• What you will do: Go through the data and count the lines holding the string "method". Write only the number.
[Opening Supplied records section]
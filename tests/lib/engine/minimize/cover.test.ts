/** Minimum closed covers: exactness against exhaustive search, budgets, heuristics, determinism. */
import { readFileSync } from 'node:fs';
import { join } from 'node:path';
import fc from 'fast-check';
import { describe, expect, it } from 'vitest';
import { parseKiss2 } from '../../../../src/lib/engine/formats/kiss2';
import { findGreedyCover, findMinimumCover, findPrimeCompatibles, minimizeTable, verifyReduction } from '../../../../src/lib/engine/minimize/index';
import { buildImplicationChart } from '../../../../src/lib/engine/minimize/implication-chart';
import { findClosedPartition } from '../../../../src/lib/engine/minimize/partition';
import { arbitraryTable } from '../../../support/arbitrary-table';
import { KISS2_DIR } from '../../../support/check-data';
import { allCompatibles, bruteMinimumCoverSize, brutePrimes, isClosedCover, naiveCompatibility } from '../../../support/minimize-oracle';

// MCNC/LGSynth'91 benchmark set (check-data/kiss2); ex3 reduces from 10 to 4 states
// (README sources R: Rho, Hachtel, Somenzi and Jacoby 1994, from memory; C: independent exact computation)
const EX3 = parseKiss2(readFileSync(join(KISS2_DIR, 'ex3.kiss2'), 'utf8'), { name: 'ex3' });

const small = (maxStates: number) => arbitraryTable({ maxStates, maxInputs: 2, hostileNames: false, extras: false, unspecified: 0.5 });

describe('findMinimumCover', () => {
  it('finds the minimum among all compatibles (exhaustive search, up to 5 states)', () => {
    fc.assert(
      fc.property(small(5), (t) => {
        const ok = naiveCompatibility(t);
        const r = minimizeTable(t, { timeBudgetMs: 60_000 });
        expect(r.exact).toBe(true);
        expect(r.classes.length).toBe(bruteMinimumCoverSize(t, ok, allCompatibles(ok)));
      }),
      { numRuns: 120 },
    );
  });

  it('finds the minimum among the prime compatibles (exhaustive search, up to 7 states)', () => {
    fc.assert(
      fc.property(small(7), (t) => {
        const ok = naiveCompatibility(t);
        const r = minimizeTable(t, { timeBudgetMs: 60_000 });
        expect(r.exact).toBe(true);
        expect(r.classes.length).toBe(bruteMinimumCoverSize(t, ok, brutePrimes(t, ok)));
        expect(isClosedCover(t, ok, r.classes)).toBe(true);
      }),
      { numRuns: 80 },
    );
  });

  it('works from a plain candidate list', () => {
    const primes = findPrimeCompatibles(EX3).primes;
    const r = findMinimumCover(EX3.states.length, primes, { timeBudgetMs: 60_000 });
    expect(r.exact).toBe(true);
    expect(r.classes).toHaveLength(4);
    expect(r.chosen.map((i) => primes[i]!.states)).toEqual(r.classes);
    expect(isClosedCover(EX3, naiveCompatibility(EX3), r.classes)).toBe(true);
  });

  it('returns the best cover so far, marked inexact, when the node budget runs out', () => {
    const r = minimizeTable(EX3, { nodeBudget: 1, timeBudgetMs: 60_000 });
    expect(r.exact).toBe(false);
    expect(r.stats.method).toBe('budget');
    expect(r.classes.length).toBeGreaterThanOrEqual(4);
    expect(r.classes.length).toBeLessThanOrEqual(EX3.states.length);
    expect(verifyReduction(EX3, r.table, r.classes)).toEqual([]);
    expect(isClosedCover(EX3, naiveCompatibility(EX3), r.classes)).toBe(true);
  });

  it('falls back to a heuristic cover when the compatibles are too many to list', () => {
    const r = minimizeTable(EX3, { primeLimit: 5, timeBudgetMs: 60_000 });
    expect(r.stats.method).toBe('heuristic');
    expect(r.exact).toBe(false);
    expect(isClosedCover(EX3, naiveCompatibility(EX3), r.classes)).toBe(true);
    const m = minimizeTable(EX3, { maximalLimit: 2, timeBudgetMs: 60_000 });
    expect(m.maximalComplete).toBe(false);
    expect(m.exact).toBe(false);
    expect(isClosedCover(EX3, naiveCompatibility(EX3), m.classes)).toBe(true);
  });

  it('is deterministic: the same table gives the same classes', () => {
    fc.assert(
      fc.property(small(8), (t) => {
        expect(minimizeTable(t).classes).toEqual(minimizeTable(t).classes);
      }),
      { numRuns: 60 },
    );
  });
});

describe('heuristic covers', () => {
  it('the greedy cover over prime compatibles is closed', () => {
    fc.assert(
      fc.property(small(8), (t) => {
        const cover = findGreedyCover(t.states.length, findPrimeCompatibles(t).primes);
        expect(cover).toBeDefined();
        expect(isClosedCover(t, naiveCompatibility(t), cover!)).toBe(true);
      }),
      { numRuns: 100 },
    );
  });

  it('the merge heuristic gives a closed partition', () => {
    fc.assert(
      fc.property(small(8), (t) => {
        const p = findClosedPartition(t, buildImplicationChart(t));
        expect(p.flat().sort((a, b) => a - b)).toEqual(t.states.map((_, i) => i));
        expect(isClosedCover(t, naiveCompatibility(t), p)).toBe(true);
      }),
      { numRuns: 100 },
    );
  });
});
[Closing Supplied records section]
• Exercise answer: 2